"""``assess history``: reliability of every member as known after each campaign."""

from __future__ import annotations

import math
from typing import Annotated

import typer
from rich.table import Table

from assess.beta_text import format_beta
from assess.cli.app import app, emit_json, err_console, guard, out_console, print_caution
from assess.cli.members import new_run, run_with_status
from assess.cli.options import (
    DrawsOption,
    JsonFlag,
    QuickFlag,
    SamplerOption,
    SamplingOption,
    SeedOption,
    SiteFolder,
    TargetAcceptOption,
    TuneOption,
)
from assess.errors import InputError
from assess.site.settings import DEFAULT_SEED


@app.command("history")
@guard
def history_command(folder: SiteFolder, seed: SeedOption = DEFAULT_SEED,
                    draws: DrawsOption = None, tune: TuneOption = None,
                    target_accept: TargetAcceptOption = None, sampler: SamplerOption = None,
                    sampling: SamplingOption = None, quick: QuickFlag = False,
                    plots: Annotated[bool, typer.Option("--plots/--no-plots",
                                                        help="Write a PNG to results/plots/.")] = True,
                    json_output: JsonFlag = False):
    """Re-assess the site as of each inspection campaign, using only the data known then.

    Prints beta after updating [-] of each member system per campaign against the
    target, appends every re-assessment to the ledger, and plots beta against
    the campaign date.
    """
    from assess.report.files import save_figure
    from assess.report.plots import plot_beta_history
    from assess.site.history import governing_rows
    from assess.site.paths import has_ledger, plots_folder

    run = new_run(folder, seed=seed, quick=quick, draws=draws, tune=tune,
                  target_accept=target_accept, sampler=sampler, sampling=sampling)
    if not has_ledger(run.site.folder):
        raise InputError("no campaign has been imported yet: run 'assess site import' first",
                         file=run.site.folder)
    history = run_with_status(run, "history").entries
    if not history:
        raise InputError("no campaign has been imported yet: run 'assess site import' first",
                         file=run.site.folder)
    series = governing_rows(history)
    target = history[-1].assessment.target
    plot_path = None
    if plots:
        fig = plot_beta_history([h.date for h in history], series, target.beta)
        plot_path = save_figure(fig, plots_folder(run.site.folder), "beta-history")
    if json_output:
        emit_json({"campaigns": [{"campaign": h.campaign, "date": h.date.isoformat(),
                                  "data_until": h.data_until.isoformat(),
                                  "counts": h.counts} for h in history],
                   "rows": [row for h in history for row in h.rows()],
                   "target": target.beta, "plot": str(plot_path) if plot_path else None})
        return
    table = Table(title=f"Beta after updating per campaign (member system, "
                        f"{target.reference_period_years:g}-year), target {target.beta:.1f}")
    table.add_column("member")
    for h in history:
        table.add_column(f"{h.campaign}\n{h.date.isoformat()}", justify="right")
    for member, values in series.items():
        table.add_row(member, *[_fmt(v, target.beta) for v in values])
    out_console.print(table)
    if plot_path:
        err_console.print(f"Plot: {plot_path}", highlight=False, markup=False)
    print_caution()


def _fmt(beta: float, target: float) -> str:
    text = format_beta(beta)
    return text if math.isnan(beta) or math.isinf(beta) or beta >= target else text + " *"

....

§ **Task item**
A line counts if it contains the string "date"; report how many lines in the material do, giving only the number.

§ **Your solution**
4